Find Nth Root Of M

The idea for this approach is to use binary search to find an integer equal to ‘M’ when multiplied by itself ‘N’ times.

The exponential function is an increasing function (i.e., monotonic), and thus, using binary search, we will try out different possible square roots; let’s suppose we are currently on ‘X’, then we will find 

1. If ‘X^N’ is greater than ‘M’, then we must reduce the higher bound of our search space.
2. If ‘X^N’ is less than ‘M’, then we must increase the lower bound of our search space.
3. If ‘X^N’ equals ‘M’, we found our ‘N’th root.
    

To find the value of ‘X^N’, we can use a loop, which will iterate ‘N’ times.
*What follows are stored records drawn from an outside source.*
impl UnexpectednessTable {
    /// Builds the table for `m x n` matrices with `links` ones.
    ///
    /// The powers `(1-x)^p` and `(1-y)^p` are computed once per column and
    /// row. A square shape (`m == n`) gives positions `(i, j)` and `(j, i)`
    /// the same two coordinates swapped, computed by the same expression,
    /// and every step of a cell's value is symmetric in them bit for bit
    /// (`max`, `min`, sums of two terms and `|x - y|`), so only the cells
    /// with `j >= i` are solved and the rest copied. The values equal
    /// [`UnexpectednessTable::new_cell_by_cell`]'s bit for bit (tests).
    ///
    /// Errors: an empty shape ([`Error::EmptyNetwork`]), more than
    /// [`TEMPERATURE_CELL_LIMIT`] cells ([`Error::TooLarge`]), `links > m n`.
    pub fn new(m: usize, n: usize, links: usize) -> Result<Self> {
        let (p, mut present, mut absent) = Self::empty(m, n, links)?;
        if links > 0 && links < m * n {
            let cols = centres(n, p);
            let rows = if m == n { cols.clone() } else { centres(m, p) };
            let square = m == n;
            present
                .par_chunks_mut(n)
                .zip(absent.par_chunks_mut(n))
                .enumerate()
                .for_each(|(i, (pres, abs))| {
                    let first = if square { i } else { 0 };
                    for j in first..n {
                        if let Some((u, inside)) = cell_value(cols[j], rows[i], p) {
                            if inside {
                                abs[j] = u;
                            } else {
                                pres[j] = u;
                            }
                        }
                    }
                });
            if square {
                for i in 1..n {
                    for j in 0..i {
                        present[i * n + j] = present[j * n + i];
                        absent[i * n + j] = absent[j * n + i];
                    }
                }
            }
        }
        Ok(UnexpectednessTable {
            m,
            n,
            links,
            p,
            present,
            absent,
        })
    }

    /// [`UnexpectednessTable::new`] as it was built before: every cell
    /// solved, with both powers computed per cell. The same values bit for
    /// bit; kept for the tests and side-by-side timing, not part of the API.
    #[doc(hidden)]
    pub fn new_cell_by_cell(m: usize, n: usize, links: usize) -> Result<Self> {
        let (p, mut present, mut absent) = Self::empty(m, n, links)?;
        if links > 0 && links < m * n {
            present
                .par_chunks_mut(n)
                .zip(absent.par_chunks_mut(n))
                .enumerate()
                .for_each(|(i, (pres, abs))| {
                    let y = (i as f64 + 0.5) / m as f64;
                    for j in 0..n {
                        let x = (j as f64 + 0.5) / n as f64;
                        let (a, b) = (1.0 - x, 1.0 - y);
                        let level = a.powf(p) + b.powf(p);
                        if level == 1.0 {
                            continue; // on the isocline: nothing is unexpected
                        }
                        let r = crossing(a, b, p) / (1.0 - (x - y).abs());
                        if level > 1.0 {
                            abs[j] = r * r;
                        } else {
                            pres[j] = r * r;
                        }
                    }
                });
        }
        Ok(UnexpectednessTable {
            m,
            n,
            links,
            p,
            present,
            absent,
        })
    }

    /// Checks the arguments of a build; returns `p` and two zeroed tables.
    fn empty(m: usize, n: usize, links: usize) -> Result<(f64, Vec<f64>, Vec<f64>)> {
        check_size(m, n)?;
        if links > m * n {
            return Err(Error::InvalidArgument(format!(
                "{links} ones do not fit in a {m} x {n} matrix"
            )));
        }
        let cells = m * n;
        let p = isocline_p(links as f64 / cells as f64);
        Ok((p, vec![0.0; cells], vec![0.0; cells]))
    }

    /// Rows `m`.
    pub fn nrows(&self) -> usize {
        self.m
    }
    /// Columns `n`.
    pub fn ncols(&self) -> usize {
        self.n
    }
    /// Number of ones `L` the table was built for.
    pub fn links(&self) -> usize {
        self.links
    }
    /// The isocline exponent `p`.
    pub fn p(&self) -> f64 {
        self.p
    }
    /// `u` of a presence at position `(i, j)` (0 inside the presence region).
    pub fn if_present(&self, i: usize, j: usize) -> f64 {
        self.present[i * self.n + j]
    }
    /// `u` of an absence at position `(i, j)` (0 outside the presence region).
    pub fn if_absent(&self, i: usize, j: usize) -> f64 {
        self.absent[i * self.n + j]
    }

    /// `u` of a presence minus `u` of an absence at every position,
    /// row-major: what a one at that position adds to `sum(u)` (the
    /// packing's cost tables are built from it).
    fn deltas(&self) -> Vec<f64> {
        self.present
            .iter()
            .zip(&self.absent)
            .map(|(p, a)| p - a)
            .collect()
    }

    /// `sum(u)` of `b` with position `(i, j)` holding cell
    /// `(rows[i], cols[j])`, summed row by row. Cost `O(m n)`.
    pub fn total(&self, b: &BitMatrix, rows: &[usize], cols: &[usize]) -> f64 {
        let n = self.n;
        let mut total = 0.0;
        for (i, &r) in rows.iter().enumerate() {
            let (pres, abs) = (&self.present[i * n..][..n], &self.absent[i * n..][..n]);
            let row = b.row(r);
            let mut s = 0.0;
            for (j, &c) in cols.iter().enumerate() {
                s += if (row[c / 64] >> (c % 64)) & 1 == 1 {
                    pres[j]
                } else {
                    abs[j]
                };
            }
            total += s;
        }
        total
    }

    /// `T = 100 sum(u) / (m n U_max)` for the given orders (see
    /// [`UnexpectednessTable::total`]).
    pub fn temperature(&self, b: &BitMatrix, rows: &[usize], cols: &[usize]) -> f64 {
        self.to_t(self.total(b, rows, cols))
    }

    fn to_t(&self, total: f64) -> f64 {
        to_t(self.m, self.n, total)
    }
}
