//! What the boost cap leaves in channel ∘ inverse, in closed form from the zeros it moved.

use num_complex::Complex64;

use redress::design::InverseDesign;

/// Σ 20·log10(|1 − from·e^{−jω}| / |1 − to·e^{−jω}|) over the moved zeros, less the level
/// reduction (dB): moving a zero from `from` to `to` multiplies the cascade by exactly that
/// factor's ratio (common practice), and nothing else in a minimum-phase substitute changes
/// |channel ∘ inverse|.
pub fn left_by_cap(design: &InverseDesign, omega: f64) -> f64 {
    let Some(cap) = &design.boost_cap else {
        return 0.0;
    };
    let e = Complex64::from_polar(1.0, -omega);
    let one = Complex64::new(1.0, 0.0);
    cap.moved_zeros
        .iter()
        .map(|m| 20.0 * ((one - m.from * e).norm() / (one - m.to * e).norm()).log10())
        .sum::<f64>()
        - cap.level_reduction_db
}
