use super::difference_equation::difference_equation;
use super::numbers::significant;
use super::schema::{
    AllPassEntry, BlockingZero, BoostCapEntry, CepstralEntry, Coefficients, CorrectionBandEntry,
    CountEntry, FirEntry, InverseEntry, LinkReport, MovedZeroEntry, PartitionedEntry, PathReport,
    RealizationEntry, RootEntry, SparseEntry, StepDownEntry, StructureRefusalEntry,
    StructureSwitchEntry, VerdictEntry, SCHEMA_VERSION,
};
use super::trade_off::{knee_entry, method_key, trade_off_entry};
use crate::analysis::{
    AnalysisError, ChannelAnalysis, PlacedRoot, Placement, Verdict, ZeroCount,
    LISTED_ROOTS_MAX_ORDER,
};
use crate::design::{DesignError, InverseDesign, TradeOff};
use crate::model::{CoefficientPrecision, ModelForm, Path, Structure, TransferFunction};
use crate::pipeline::{LinkPlan, StructureRefusal, StructureSwitch};
use crate::realize::{dense_direct_form_taps, PoleEvidence, Realization, StructureCoefficients};

/// The whole link's report. `source` is the config file the link came from, if any.
pub fn link_report(plan: &LinkPlan, source: Option<&std::path::Path>) -> LinkReport {
    let paths = plan
        .paths
        .iter()
        .map(|p| {
            let realization = p.realization.as_ref().map(|r| match r {
                Ok(r) => Ok(realization(r, p.switched.as_ref(), &p.refused)),
                Err(e) => Err(e.to_string()),
            });
            path_report(
                &p.path,
                plan.sample_rate,
                &p.analysis,
                p.design.as_ref(),
                realization,
                p.trade_off.as_ref(),
            )
        })
        .collect();
    LinkReport {
        schema: "redress-link-report",
        schema_version: SCHEMA_VERSION,
        source: source.map(|s| s.display().to_string()),
        sample_rate_hz: plan.sample_rate,
        channel_count: plan.channel_count,
        runnable: plan.is_runnable(),
        problems: plan.problems(),
        paths,
    }
}

/// The config's spelling of a structure.
fn structure_key(structure: Structure) -> String {
    match structure {
        Structure::DirectForm2T => "direct_form_2t",
        Structure::Sections => "sections",
        Structure::LatticeLadder => "lattice_ladder",
        Structure::SparseRecursion => "sparse_recursion",
        Structure::PartitionedConvolution => "partitioned_convolution",
    }
    .to_string()
}

fn realization(
    r: &Realization,
    switched: Option<&StructureSwitch>,
    refused: &[StructureRefusal],
) -> RealizationEntry {
    RealizationEntry {
        structure: structure_key(r.structure),
        structure_name: r.structure.name().to_string(),
        precision: match r.precision {
            CoefficientPrecision::F32 => "f32",
            CoefficientPrecision::F64 => "f64",
        }
        .to_string(),
        coefficients: serde_json::to_value(&r.coefficients).unwrap_or(serde_json::Value::Null),
        max_pole_radius: r.max_pole_radius,
        switched_from: switched.map(|s| StructureSwitchEntry {
            requested: structure_key(s.requested),
            requested_name: s.requested.name().to_string(),
            requested_by: if s.configured { "config" } else { "default" }.to_string(),
            // The realization error's help line advises the very switch that was made.
            reason: s
                .reason
                .split("\n  help:")
                .next()
                .unwrap_or_default()
                .to_string(),
        }),
        refused_first: refused
            .iter()
            .map(|f| StructureRefusalEntry {
                structure: structure_key(f.structure),
                reason: f.reason.clone(),
            })
            .collect(),
        pole_check: match r.pole_evidence {
            PoleEvidence::Roots => "roots",
            PoleEvidence::DominantLeadingTap { .. } => "dominant_leading_tap",
            PoleEvidence::NoPoles => "no_poles",
        }
        .to_string(),
        sparse: sparse_entry(r),
        partitioned: partitioned_entry(r),
    }
}

fn sparse_entry(r: &Realization) -> Option<SparseEntry> {
    let StructureCoefficients::SparseRecursion {
        order,
        numerator,
        denominator,
    } = &r.coefficients
    else {
        return None;
    };
    let runs = r.coefficients.transfer_function();
    Some(SparseEntry {
        taps_touched: numerator.len() + denominator.len(),
        order: *order,
        dense_taps: dense_direct_form_taps(&runs.b, &runs.a),
        runs_as: difference_equation(&runs.b, &runs.a),
        recursive_tap_sum: match r.pole_evidence {
            PoleEvidence::DominantLeadingTap { others } => Some(others),
            _ => None,
        },
    })
}

fn partitioned_entry(r: &Realization) -> Option<PartitionedEntry> {
    let StructureCoefficients::PartitionedConvolution {
        taps,
        partition_size,
    } = &r.coefficients
    else {
        return None;
    };
    let b = (*partition_size).max(1);
    Some(PartitionedEntry {
        taps: taps.len(),
        head_taps: taps.len().min(b),
        partition_size: b,
        fft_size: 2 * b,
        fft_partitions: taps.len().saturating_sub(b).div_ceil(b),
    })
}

/// Up to this many radii are quoted in a verdict sentence; the rest are counted.
const RADII_QUOTED: usize = 4;

/// Everything about one path. `realization` is the realized structure or the reason it failed,
/// `None` when no realization was attempted; `trade_off` the latency–error table, when made.
pub fn path_report(
    path: &Path,
    sample_rate: f64,
    analysis: &Result<ChannelAnalysis, AnalysisError>,
    design: Option<&Result<InverseDesign, DesignError>>,
    realization: Option<Result<RealizationEntry, String>>,
    trade_off: Option<&Result<TradeOff, DesignError>>,
) -> PathReport {
    let ms = |samples: usize| samples as f64 * 1_000.0 / sample_rate;
    let (bulk_delay, zeros, poles, channel_stable, step_down, analysis_error) = match analysis {
        Ok(a) => (
            a.bulk_delay,
            roots(&a.zeros, sample_rate),
            roots(&a.poles, sample_rate),
            Some(a.channel_stable),
            Some(step_down(a)),
            None,
        ),
        Err(e) => (
            crate::numeric::poly::leading_zeros(&path.channel.b),
            Vec::new(),
            Vec::new(),
            None,
            None,
            Some(e.to_string()),
        ),
    };
    let (inverse, design_error) = match design {
        Some(Ok(d)) => (Some(inverse(d, sample_rate)), None),
        Some(Err(e)) => (None, Some(e.to_string())),
        None => (None, None),
    };
    let (realization, realize_error) = match realization {
        Some(Ok(r)) => (Some(r), None),
        Some(Err(e)) => (None, Some(e)),
        None => (None, None),
    };
    PathReport {
        label: path.label.clone(),
        channels: path.channels.clone(),
        form: form_key(path.form).to_string(),
        form_name: form_words(path.form).to_string(),
        channel: coefficients(&path.channel),
        bulk_delay_samples: bulk_delay,
        bulk_delay_ms: ms(bulk_delay),
        analysis_error,
        zeros,
        poles,
        zero_count: analysis.as_ref().ok().map(|a| count_entry(&a.zero_count)),
        pole_count: analysis.as_ref().ok().map(|a| count_entry(&a.pole_count)),
        channel_stable,
        step_down,
        verdict: verdict(analysis, sample_rate),
        inverse,
        design_error,
        runnable: realization.is_some(),
        realization,
        realize_error,
        trade_off: trade_off.and_then(|t| t.as_ref().ok()).map(trade_off_entry),
        trade_off_error: trade_off
            .and_then(|t| t.as_ref().err())
            .map(|e| e.to_string()),
    }
}

/// The JSON spelling of a model form: the config's key for it.
pub fn form_key(form: ModelForm) -> &'static str {
    match form {
        ModelForm::DifferenceEquation => "difference_equation",
        ModelForm::ZerosPoles => "roots",
        ModelForm::EchoPaths => "echoes",
        ModelForm::Sections => "sections",
    }
}

/// A model form in plain words.
pub fn form_words(form: ModelForm) -> &'static str {
    match form {
        ModelForm::DifferenceEquation => "a difference equation",
        ModelForm::ZerosPoles => "zeros and poles",
        ModelForm::EchoPaths => "echo paths",
        ModelForm::Sections => "second-order sections",
    }
}

fn coefficients(tf: &TransferFunction) -> Coefficients {
    Coefficients {
        b: tf.b.clone(),
        a: tf.a.clone(),
    }
}

fn count_entry(c: &ZeroCount) -> CountEntry {
    let how = if c.listed {
        "from the roots (companion-matrix eigenvalues)".to_string()
    } else {
        let grid = c
            .winding_within
            .or(c.winding_inside)
            .map_or("an FFT grid".to_string(), |w| {
                format!("an FFT grid of {} points", w.grid_points)
            });
        let check = match (c.step_down, c.step_down_trusted) {
            (Some(_), true) => "; cross-checked by the step-down count".to_string(),
            (Some(s), false) => format!(
                "; the step-down count is not trusted here (rounding growth {:.1e})",
                s.growth
            ),
            (None, _) => "; the step-down count is undecided (|k| = 1)".to_string(),
        };
        format!(
            "counted by the argument principle on {grid}{check}; not listed: the roots are \
             computed only up to order {LISTED_ROOTS_MAX_ORDER}"
        )
    };
    CountEntry {
        inside: c.inside,
        on_circle: c.on_circle,
        outside: c.outside,
        listed: c.listed,
        how,
    }
}

fn roots(placed: &[PlacedRoot], sample_rate: f64) -> Vec<RootEntry> {
    placed.iter().map(|p| root(p, sample_rate)).collect()
}

fn root(p: &PlacedRoot, sample_rate: f64) -> RootEntry {
    RootEntry {
        re: p.root.value.re,
        im: p.root.value.im,
        radius: p.root.radius(),
        angle_rad: p.root.angle(),
        angle_hz: p.root.angle() * sample_rate / TAU,
        multiplicity: p.root.multiplicity,
        placement: match p.placement {
            Placement::Inside => "inside",
            Placement::OnCircle => "on_circle",
            Placement::Outside => "outside",
        }
        .to_string(),
        margin: p.margin,
    }
}

fn step_down(a: &ChannelAnalysis) -> StepDownEntry {
    StepDownEntry {
        zero_reflection: a.zero_steps.reflection.clone(),
        zero_stopped_at: a.zero_steps.stopped_at,
        pole_reflection: a.pole_steps.reflection.clone(),
        pole_stopped_at: a.pole_steps.stopped_at,
        agrees_with_roots: a.disagreements.is_empty(),
        disagreements: a.disagreements.clone(),
    }
}
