fn realize_partitioned(
    h: &Normalised,
    precision: CoefficientPrecision,
) -> Result<Realization, RealizeError> {
    let structure = Structure::PartitionedConvolution;
    if h.a.len() != 1 {
        return Err(RealizeError::NeedsFir {
            structure,
            denominator_order: h.a.len() - 1,
        });
    }
    representable(structure, &[("b", &h.b)], precision)?;
    let taps = round_all(&h.b, precision);
    let partition_size = partition_size_for(taps.len());
    let filter = PartitionedConvolution::new(&taps, partition_size);
    Ok(Realization {
        structure,
        precision,
        coefficients: StructureCoefficients::PartitionedConvolution {
            taps,
            partition_size,
        },
        max_pole_radius: 0.0,
        pole_evidence: PoleEvidence::NoPoles,
        filter: Filter::PartitionedConvolution(Box::new(filter)),
    })
}

/// Poles of the lattice with reflection coefficients `k`: stable exactly when every |k| < 1;
/// the radius comes from the roots of the stepped-up denominator.
fn lattice_check(k: &[f64]) -> PoleCheck {
    let failing_stage = k
        .iter()
        .position(|x| x.abs() >= 1.0 || x.is_nan())
        .map(|i| (i + 1, k[i]));
    let (max_pole_radius, root_problem) = max_root_radius(&step_up(k));
    PoleCheck {
        max_pole_radius,
        failing_stage,
        root_problem,
    }
}

#[cfg(any(test, feature = "test-door"))]
impl Filter {
    /// Test-only door: a direct-form filter straight from coefficients, with no stability check.
    /// Compiled only for tests (feature `test-door`); the pipeline never builds filters this way.
    /// Tests use it to put a runaway filter in front of the engine's guards.
    pub fn unvalidated_direct_form(b: Vec<f64>, a: Vec<f64>) -> Filter {
        let n = b.len().max(a.len());
        let (mut b, mut a) = (b, a);
        b.resize(n, 0.0);
        a.resize(n, 0.0);
        Filter::DirectForm2T(DirectForm2T::new(b, a))
    }
}
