import { describe, expect, it } from 'vitest';
import {
  breakBeforeMakeCells,
  circuitFigureCells,
  circuitFigureTolerance,
  circuitFigureVerdict,
  quantityCells,
  renderConfirmText,
} from '../../src/report/confirm-text.js';
import type { CornerComparison } from '../../src/report/confirm-report.js';

const dead = (model: number, simulator: number) => ({
  quantity: 'dead p1->p2',
  kind: 'dead' as const,
  model,
  simulator,
  relativeError: (model - simulator) / simulator,
  pass: Math.abs((model - simulator) / simulator) <= 0.1,
});

const ronRow = (model: number, simulator: number) => ({
  label: 'R_on s_gnd @ 0 V',
  switch: 's_gnd',
  model,
  simulator,
  relativeError: (model - simulator) / simulator,
  pass: Math.abs((model - simulator) / simulator) <= 0.1,
});

function corner(name: string, pairs: Array<[number, number]>, rons: Array<[number, number]> = []): CornerComparison {
  const ron = rons.map(([m, s]) => ronRow(m, s));
  const breakBeforeMake = pairs.map(([model, simulator], i) => ({
    check: `s${i}/t${i} break-before-make`,
    model,
    simulator,
    agrees: model >= 0 === simulator >= 0,
  }));
  const quantities = [dead(1.0e-9, 0.98e-9)];
  return {
    corner: name,
    quantities,
    breakBeforeMake,
    ron,
    errors: [],
    pass: quantities.every((q) => q.pass) && breakBeforeMake.every((b) => b.agrees) && ron.every((r) => r.pass),
  };
}

const summary = (corners: CornerComparison[]) => ({ design: 'pump', model: 'analytic', simulator: 'ngspice-42', tolerance: 0.1, corners });

describe('renderConfirmText', () => {
  it('lists switch R_on, model vs simulator with the error, and flags one over 10 % (model 44 ohm vs 120 ohm: -63.3 %)', () => {
    const text = renderConfirmText(
      summary([corner('tt/1.8V/27C', [[300e-12, 290e-12]], [[44, 120]]), corner('ss/1.62V/125C', [[300e-12, 290e-12]], [[229, 225.7]])]),
    );
    expect(text).toMatch(/^tt\/1\.8V\/27C\s+R_on s_gnd @ 0 V\s+44\.0 ohm\s+120 ohm\s+-63\.3 %\s+OVER$/m);
    expect(text).toMatch(/^ss\/1\.62V\/125C\s+R_on s_gnd @ 0 V\s+229 ohm\s+226 ohm\s+\+1\.5 %\s+within$/m);
    expect(text).toContain('switch R_on: 1 of 2 over 10 %');
    expect(text).toMatch(/^verdict: DISAGREE \(2\/2 corners within tolerance/m);
  });

  it('closes with "disagree" and the count when a break-before-make pair disagrees', () => {
    // One pair holds in the model (+20 ps) and fails in the simulator (-15 ps).
    const text = renderConfirmText(
      summary([
        corner('ff/1.98V/-40C', [
          [20e-12, -15e-12],
          [300e-12, 290e-12],
        ]),
      ]),
    );
    expect(text).toMatch(/^ff\/1\.98V\/-40C\s+s0\/t0 break-before-make\s+\+20\.0 ps\s+-15\.0 ps\s+DISAGREES$/m);
    expect(text).toMatch(/^verdict: DISAGREE \(1\/1 corners within tolerance, break-before-make verdicts disagree for 1 of 2 pairs\)$/m);
    expect(text).not.toContain('verdicts alike');
  });

  it('closes with "alike" only when every pair agrees', () => {
    const text = renderConfirmText(summary([corner('tt/1.8V/27C', [[300e-12, 290e-12]]), corner('ss/1.62V/125C', [[-40e-12, -60e-12]])]));
    expect(text).toMatch(/^verdict: AGREE \(2\/2 corners within tolerance, break-before-make verdicts alike for all 2 pairs\)$/m);
  });

  it('heads every column of both tables', () => {
    const lines = renderConfirmText(summary([corner('tt/1.8V/27C', [[300e-12, 290e-12]])])).split('\n');
    expect(lines.some((l) => /^corner\s+quantity\s+model\s+ngspice-42\s+difference\s+tolerance$/.test(l))).toBe(true);
    expect(lines.some((l) => /^corner\s+check\s+model\s+ngspice-42\s+verdicts$/.test(l))).toBe(true);
    expect(lines.some((l) => /^tt\/1\.8V\/27C\s+dead p1->p2\s+1\.00 ns\s+980 ps\s+\+2\.0 %\s+within$/.test(l))).toBe(true);
  });

  it('names the one pair when only one was compared', () => {
    const text = renderConfirmText(summary([corner('tt/1.8V/27C', [[-10e-12, 5e-12]])]));
    expect(text).toMatch(/^verdict: DISAGREE \(1\/1 corners within tolerance, break-before-make verdicts disagree for 1 of 1 pair\)$/m);
    expect(renderConfirmText(summary([corner('tt/1.8V/27C', [[10e-12, 5e-12]])]))).toMatch(/verdicts alike for the one pair\)$/m);
  });

  it('leaves the pair clause out when no pair was compared', () => {
    const text = renderConfirmText(summary([corner('tt/1.8V/27C', [])]));
    expect(text).toMatch(/^verdict: AGREE \(1\/1 corners within tolerance\)$/m);
  });

  it("adds the circuit table, each run's settling and powers, and counts the corners whose circuit agrees", () => {
    const fig = (
      figure: 'output' | 'ripple' | 'efficiency' | 'lost charge',
      unit: 'V' | 'C' | '',
      model: number,
      simulator: number,
      difference: number | null,
      tolerance: number | null,
      pass: boolean,
    ) => ({ figure, unit, model, simulator, difference, tolerance, pass });
    const power = { input: 214e-6, generator: 134e-6, output: 167e-6 };
    const c = {
      ...corner('tt/1.8V/27C', []),
      circuit: {
        periods: 75,
        drift: -1.5e-5,
        settled: true,
        pass: false,
        power: { model: power, simulator: null },
        figures: [
          fig('output', 'V', 3.345, 3.334, 0.0063, 0.02, true),
          fig('ripple', 'V', 0.0199, 0.0228, -0.127, 0.1, false),
          fig('efficiency', '', 0.481, 0.444, 0.082, 0.1, true),
          fig('lost charge', 'C', 0, 271e-15, null, null, true),
        ],
      },
    };
    const text = renderConfirmText(summary([c]));
    expect(text).toMatch(/^tt\/1\.8V\/27C\s+output\s+3\.35 V\s+3\.33 V\s+\+0\.6 % of VDD\s+within$/m);
    expect(text).toMatch(/^tt\/1\.8V\/27C\s+ripple\s+19\.9 mV\s+22\.8 mV\s+-12\.7 %\s+OVER$/m);
    expect(text).toMatch(/^tt\/1\.8V\/27C\s+efficiency\s+48\.1 %\s+44\.4 %\s+\+8\.2 %\s+within$/m);
    expect(text).toMatch(/^tt\/1\.8V\/27C\s+lost charge\s+0 C\s+271 fC\s+-\s+shown$/m);
    expect(text).toContain(
      "tt/1.8V/27C: 75 periods from the solver's steady state, settled (drift -15.0 uV per period); model rails 214 uW, generator 134 uW, load 167 uW; ngspice-42 not measured",
    );
    expect(text).toMatch(/circuit figures within tolerance at 0\/1 corners\)$/m);
  });
});

describe('quantityCells', () => {
  it('gives corner, quantity, model, simulator and the signed difference (1.00 ns against 980 ps: +2.0 %)', () => {
    expect(quantityCells('tt/1.8V/27C', dead(1.0e-9, 0.98e-9))).toEqual(['tt/1.8V/27C', 'dead p1->p2', '1.00 ns', '980 ps', '+2.0 %']);
  });

  it('says "not measured" and "-" when the simulator has no value', () => {
    const q = { ...dead(1.0e-9, 0.98e-9), simulator: null, relativeError: null };
    expect(quantityCells('ss', q).slice(3)).toEqual(['not measured', '-']);
  });
});

describe('breakBeforeMakeCells', () => {
  it('gives corner, check and both signed margins', () => {
    expect(breakBeforeMakeCells('ff', { check: 's0/t0 break-before-make', model: 20e-12, simulator: -15e-12, agrees: false })).toEqual([
      'ff',
      's0/t0 break-before-make',
      '+20.0 ps',
      '-15.0 ps',
    ]);
  });
});

describe('renderConfirmText quantity table', () => {
  it('lines the numbers up on the right and the words on the left, under a rule as wide as each column', () => {
    const lines = renderConfirmText(summary([corner('tt/1.8V/27C', [])])).split('\n');
    expect(lines.slice(2, 5)).toEqual([
      'corner       quantity       model  ngspice-42  difference  tolerance',
      '-----------  -----------  -------  ----------  ----------  ---------',
      'tt/1.8V/27C  dead p1->p2  1.00 ns      980 ps      +2.0 %  within',
    ]);
  });
});

describe('circuitFigureCells, circuitFigureVerdict and circuitFigureTolerance', () => {
  const output = {
    figure: 'output' as const,
    unit: 'V' as const,
    model: 3.345,
    simulator: 3.2,
    difference: 0.0806,
    tolerance: 0.02,
    pass: false,
  };
  const lost = {
    figure: 'lost charge' as const,
    unit: 'C' as const,
    model: 0,
    simulator: null,
    difference: null,
    tolerance: null,
    pass: true,
  };

  it('gives the output difference as a share of VDD, and OVER past its 2 % (3.345 V against 3.20 V at 1.8 V: +8.1 %)', () => {
    expect(circuitFigureCells('tt', output)).toEqual(['tt', 'output', '3.35 V', '3.20 V', '+8.1 % of VDD']);
    expect(circuitFigureVerdict(output)).toBe('OVER');
    expect(circuitFigureTolerance(output)).toBe('±2.0 % of VDD');
  });

  it('shows a figure without a tolerance as shown, not judged', () => {
    expect(circuitFigureCells('tt', lost)).toEqual(['tt', 'lost charge', '0 C', 'not measured', '-']);
    expect(circuitFigureVerdict(lost)).toBe('shown');
    expect(circuitFigureTolerance(lost)).toBe('not judged');
    expect(circuitFigureTolerance({ ...output, figure: 'efficiency', unit: '', tolerance: 0.1 })).toBe('±10.0 %');
  });
});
The steps are as follows:-

// Function to find the Nth root of M

function NthRoot(int n, int m):

1. Declare a variable ‘ans’, which is initially assigned to ‘-1’.
2. Declare two more variables, ‘s’ and ‘e’, initially assigned to ‘1’ and ‘m’, respectively.
3. While ‘s <= e’:
   • Declare a variable ‘mid’ and assign it to ‘(s + e) / 2’.
   • Declare a variable ‘x’ and assign it to ‘1’.
   • Iterate from index ‘1’ to ‘n’:
     • Assign ‘x’ to ‘x * mid’.
     • If ‘x > m’:
       • Break the loop.
   • If ‘x == m’:
     • Assign ‘ans' to ‘mid’.
     • Break the loop.
   • If ‘x > m’:
     • Assign ‘e’ to ‘mid - 1’.
   • else:
     • Assign ‘s’ to ‘mid + 1'.
4. Return ‘ans'.

O( n * log(M) ), Where ‘N’ and ‘M’ are input integers.

In the above algorithm, the search space is ‘M’, and hence in ‘log(M)’ iterations, we will find the ‘N’th root, and in each iteration, we find the ‘N’th power of ‘mid’ using a loop.

Hence the time complexity will be O( n * log(M) )

O( 1 ).
 

In the above algorithm, we only use variables.

Hence the space complexity will be O( 1 ).